Task prompt
From the entries underneath, give the number of lines holding the word "binary", without any other words.

Start of Source records

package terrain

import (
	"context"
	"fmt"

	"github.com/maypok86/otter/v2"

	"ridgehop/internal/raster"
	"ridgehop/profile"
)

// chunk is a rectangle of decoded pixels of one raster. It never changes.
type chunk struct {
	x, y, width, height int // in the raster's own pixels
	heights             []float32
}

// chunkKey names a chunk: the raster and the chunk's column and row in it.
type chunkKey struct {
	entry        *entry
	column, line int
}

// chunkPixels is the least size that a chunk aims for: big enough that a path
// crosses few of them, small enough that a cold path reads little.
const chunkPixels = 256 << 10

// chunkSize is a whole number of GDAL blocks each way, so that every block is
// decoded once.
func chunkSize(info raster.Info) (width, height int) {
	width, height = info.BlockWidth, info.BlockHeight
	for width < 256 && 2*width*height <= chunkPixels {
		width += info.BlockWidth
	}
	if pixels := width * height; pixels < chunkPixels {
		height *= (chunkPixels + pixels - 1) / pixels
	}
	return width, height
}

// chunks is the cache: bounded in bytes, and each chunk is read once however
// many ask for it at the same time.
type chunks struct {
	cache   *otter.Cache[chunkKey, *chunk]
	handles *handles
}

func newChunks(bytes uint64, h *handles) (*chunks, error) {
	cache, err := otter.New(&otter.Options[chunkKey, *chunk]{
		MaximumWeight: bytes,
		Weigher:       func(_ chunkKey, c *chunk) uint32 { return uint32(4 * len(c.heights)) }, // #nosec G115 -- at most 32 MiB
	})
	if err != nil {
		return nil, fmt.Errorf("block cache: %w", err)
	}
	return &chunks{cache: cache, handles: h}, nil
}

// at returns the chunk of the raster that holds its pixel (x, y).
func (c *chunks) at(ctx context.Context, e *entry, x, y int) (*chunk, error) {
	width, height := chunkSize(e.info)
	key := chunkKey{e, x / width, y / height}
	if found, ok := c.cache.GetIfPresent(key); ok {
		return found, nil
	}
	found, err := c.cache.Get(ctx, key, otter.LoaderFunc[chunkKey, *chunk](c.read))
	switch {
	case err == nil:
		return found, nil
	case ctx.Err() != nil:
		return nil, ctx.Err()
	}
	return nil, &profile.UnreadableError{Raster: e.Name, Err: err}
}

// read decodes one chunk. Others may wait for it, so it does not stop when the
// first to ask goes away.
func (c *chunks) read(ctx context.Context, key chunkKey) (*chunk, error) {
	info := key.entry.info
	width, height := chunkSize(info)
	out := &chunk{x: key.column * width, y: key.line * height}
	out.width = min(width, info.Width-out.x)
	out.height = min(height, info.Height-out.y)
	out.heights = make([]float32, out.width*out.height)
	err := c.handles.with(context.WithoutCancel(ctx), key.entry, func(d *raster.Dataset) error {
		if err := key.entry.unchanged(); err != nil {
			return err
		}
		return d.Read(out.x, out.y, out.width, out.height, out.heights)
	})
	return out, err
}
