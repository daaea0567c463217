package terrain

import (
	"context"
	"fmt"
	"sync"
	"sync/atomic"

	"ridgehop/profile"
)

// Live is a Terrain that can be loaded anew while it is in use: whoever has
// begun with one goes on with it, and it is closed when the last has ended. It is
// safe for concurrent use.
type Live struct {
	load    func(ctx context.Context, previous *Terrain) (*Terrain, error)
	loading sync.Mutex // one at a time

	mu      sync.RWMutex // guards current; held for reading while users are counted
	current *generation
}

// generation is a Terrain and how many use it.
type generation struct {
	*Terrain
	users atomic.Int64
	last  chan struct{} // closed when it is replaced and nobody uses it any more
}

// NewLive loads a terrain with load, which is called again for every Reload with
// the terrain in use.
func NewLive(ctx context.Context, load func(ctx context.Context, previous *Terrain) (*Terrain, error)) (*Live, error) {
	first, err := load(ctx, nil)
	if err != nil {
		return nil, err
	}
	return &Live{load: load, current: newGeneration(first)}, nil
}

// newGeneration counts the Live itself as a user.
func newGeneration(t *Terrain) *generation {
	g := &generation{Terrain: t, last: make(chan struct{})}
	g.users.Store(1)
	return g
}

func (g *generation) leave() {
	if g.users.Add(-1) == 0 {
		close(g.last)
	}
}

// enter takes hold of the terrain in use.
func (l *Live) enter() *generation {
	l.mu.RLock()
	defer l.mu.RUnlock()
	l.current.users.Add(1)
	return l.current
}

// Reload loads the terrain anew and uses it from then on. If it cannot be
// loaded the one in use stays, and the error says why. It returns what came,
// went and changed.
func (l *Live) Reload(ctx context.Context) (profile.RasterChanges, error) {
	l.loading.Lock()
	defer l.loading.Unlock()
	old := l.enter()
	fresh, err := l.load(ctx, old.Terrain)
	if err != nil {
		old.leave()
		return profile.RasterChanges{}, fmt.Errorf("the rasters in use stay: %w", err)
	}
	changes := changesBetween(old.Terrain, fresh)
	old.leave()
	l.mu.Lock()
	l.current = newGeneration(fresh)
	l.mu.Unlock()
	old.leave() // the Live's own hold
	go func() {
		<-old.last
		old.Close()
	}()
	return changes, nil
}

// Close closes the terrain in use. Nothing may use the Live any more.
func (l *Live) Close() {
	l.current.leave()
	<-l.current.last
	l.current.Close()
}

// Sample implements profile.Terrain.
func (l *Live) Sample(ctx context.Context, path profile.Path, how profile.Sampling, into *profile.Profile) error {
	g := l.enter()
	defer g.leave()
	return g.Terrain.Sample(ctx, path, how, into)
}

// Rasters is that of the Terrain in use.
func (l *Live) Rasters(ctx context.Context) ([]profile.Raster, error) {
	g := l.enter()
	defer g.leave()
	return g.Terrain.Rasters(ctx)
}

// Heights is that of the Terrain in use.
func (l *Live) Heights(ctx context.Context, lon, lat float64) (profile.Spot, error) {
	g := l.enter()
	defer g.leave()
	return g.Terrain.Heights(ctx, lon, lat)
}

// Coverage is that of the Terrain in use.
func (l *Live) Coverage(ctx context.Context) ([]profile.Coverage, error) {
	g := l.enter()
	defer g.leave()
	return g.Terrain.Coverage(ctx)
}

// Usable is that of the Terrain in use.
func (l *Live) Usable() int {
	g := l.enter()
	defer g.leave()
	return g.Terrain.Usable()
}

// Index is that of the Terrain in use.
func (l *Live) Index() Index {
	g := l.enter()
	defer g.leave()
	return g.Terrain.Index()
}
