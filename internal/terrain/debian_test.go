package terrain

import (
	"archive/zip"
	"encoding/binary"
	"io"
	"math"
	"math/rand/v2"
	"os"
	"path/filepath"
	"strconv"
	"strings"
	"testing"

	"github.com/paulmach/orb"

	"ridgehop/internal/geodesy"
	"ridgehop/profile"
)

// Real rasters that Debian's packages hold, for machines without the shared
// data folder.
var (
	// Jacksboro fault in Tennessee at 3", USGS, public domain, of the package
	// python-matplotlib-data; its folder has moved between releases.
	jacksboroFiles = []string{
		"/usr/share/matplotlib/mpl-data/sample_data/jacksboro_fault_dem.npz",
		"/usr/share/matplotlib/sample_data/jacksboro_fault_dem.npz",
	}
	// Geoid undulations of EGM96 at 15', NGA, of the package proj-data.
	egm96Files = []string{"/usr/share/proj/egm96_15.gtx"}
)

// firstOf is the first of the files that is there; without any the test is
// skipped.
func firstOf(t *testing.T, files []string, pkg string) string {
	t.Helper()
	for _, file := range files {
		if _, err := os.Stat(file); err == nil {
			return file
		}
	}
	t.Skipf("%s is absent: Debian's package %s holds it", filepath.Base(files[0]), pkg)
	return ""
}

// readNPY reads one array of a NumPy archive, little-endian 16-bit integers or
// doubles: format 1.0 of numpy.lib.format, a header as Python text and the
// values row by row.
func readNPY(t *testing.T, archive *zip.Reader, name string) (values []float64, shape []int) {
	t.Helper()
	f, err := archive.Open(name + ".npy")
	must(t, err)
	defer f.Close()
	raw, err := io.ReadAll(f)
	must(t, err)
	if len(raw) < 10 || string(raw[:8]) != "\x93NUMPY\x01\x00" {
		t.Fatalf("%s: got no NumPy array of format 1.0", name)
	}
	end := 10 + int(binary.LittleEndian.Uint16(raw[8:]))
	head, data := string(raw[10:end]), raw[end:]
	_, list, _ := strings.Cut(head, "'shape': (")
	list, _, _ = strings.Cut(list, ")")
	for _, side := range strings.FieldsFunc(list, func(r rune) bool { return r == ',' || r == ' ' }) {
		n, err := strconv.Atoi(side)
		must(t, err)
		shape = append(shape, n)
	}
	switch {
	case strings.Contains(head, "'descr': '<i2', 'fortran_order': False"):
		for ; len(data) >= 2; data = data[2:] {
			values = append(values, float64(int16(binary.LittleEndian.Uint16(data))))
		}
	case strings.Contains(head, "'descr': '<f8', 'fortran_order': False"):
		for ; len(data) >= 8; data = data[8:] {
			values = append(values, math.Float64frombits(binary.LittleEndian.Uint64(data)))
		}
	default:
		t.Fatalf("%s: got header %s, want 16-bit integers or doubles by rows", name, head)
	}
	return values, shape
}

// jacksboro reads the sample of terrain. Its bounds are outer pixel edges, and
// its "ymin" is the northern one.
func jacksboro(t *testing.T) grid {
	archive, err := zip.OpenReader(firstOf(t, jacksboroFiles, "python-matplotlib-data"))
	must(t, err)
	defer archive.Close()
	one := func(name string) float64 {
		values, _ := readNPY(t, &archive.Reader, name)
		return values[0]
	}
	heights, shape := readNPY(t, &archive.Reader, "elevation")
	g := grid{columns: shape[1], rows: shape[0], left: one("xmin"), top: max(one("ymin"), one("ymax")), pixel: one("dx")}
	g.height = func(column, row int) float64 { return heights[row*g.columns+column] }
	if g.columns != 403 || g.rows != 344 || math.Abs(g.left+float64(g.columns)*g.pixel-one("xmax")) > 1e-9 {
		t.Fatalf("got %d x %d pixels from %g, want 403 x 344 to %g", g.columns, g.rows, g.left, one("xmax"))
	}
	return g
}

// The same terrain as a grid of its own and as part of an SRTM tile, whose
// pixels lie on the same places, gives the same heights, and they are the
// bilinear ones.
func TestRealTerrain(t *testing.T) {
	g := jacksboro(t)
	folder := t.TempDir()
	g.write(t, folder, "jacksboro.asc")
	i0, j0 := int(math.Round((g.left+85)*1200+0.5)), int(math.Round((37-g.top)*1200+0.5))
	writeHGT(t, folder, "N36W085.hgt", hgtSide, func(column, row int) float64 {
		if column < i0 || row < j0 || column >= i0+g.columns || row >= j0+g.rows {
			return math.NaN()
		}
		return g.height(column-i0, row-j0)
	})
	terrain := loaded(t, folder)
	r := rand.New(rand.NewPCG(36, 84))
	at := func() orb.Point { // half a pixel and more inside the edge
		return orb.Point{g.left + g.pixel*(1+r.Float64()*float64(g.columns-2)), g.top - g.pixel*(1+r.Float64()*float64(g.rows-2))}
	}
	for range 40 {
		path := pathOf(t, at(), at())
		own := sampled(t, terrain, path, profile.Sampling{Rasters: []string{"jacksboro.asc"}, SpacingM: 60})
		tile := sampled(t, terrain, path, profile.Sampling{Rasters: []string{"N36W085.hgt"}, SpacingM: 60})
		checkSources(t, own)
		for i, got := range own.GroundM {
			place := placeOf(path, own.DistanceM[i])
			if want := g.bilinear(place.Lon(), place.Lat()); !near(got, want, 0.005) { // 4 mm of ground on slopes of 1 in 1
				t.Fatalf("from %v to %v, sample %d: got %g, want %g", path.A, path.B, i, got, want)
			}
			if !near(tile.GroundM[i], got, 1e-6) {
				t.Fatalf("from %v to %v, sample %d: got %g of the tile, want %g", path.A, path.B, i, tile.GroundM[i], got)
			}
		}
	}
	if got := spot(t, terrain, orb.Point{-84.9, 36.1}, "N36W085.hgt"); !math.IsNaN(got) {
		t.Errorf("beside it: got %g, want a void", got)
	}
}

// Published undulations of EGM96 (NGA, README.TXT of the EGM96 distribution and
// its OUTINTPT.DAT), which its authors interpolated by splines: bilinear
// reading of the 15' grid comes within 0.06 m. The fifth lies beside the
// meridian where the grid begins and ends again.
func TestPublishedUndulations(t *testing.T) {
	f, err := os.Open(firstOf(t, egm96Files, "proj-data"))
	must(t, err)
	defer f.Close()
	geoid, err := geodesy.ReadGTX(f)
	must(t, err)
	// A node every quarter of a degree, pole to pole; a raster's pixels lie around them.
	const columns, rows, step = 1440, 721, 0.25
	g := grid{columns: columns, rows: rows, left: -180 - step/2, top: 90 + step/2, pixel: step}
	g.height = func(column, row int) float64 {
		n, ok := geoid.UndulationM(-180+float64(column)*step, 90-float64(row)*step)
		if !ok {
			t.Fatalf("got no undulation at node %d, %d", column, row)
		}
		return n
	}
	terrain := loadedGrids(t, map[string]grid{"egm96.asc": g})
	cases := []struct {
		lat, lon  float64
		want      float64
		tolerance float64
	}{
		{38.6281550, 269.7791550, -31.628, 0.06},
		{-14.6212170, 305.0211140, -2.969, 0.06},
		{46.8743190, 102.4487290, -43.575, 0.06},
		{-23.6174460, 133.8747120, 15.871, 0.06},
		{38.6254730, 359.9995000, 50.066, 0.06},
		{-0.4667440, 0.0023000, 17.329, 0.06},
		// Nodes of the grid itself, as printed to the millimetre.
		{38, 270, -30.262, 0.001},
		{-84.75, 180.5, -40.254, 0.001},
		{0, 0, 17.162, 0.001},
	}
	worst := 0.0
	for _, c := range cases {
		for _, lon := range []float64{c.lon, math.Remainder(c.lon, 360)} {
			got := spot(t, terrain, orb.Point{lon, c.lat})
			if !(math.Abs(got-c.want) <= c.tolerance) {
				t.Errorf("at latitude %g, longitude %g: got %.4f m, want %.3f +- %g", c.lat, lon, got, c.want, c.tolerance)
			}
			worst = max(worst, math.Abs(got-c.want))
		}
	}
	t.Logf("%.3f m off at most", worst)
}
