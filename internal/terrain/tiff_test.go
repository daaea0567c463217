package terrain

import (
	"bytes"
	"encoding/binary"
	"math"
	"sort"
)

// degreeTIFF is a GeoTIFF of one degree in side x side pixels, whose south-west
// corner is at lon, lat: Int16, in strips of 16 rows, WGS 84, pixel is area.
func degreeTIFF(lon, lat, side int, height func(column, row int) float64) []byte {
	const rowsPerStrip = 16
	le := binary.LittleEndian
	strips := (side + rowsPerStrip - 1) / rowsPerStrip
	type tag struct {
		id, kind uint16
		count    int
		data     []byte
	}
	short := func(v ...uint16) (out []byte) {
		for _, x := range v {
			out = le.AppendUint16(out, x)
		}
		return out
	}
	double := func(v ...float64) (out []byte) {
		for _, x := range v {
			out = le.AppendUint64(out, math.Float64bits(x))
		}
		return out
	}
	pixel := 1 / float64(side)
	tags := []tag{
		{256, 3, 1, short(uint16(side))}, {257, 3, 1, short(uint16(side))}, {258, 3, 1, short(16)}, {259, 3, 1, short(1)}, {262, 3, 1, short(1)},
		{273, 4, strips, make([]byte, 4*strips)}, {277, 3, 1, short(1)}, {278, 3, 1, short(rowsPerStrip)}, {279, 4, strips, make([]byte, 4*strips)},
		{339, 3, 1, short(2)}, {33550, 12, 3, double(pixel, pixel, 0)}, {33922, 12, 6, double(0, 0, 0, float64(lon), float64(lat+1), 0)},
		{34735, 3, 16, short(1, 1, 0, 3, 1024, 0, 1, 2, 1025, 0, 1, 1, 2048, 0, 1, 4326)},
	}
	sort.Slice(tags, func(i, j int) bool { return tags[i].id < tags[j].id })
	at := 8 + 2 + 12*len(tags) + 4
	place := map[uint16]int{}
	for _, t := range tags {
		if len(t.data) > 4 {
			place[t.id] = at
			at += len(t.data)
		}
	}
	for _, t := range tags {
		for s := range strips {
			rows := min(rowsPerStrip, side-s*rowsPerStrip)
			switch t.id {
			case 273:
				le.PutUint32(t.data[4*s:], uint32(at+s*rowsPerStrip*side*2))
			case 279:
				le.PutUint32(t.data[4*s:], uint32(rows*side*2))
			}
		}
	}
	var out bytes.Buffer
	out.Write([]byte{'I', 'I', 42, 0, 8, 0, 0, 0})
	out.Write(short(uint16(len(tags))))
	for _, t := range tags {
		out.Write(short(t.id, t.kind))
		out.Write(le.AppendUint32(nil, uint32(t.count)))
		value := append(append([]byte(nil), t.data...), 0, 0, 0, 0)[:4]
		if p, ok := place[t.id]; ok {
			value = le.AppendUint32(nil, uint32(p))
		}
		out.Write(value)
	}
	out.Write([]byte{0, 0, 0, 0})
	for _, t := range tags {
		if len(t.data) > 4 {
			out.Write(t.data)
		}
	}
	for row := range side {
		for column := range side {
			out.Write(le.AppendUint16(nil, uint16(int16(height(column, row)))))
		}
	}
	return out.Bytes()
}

End of Source records

Output for this task
6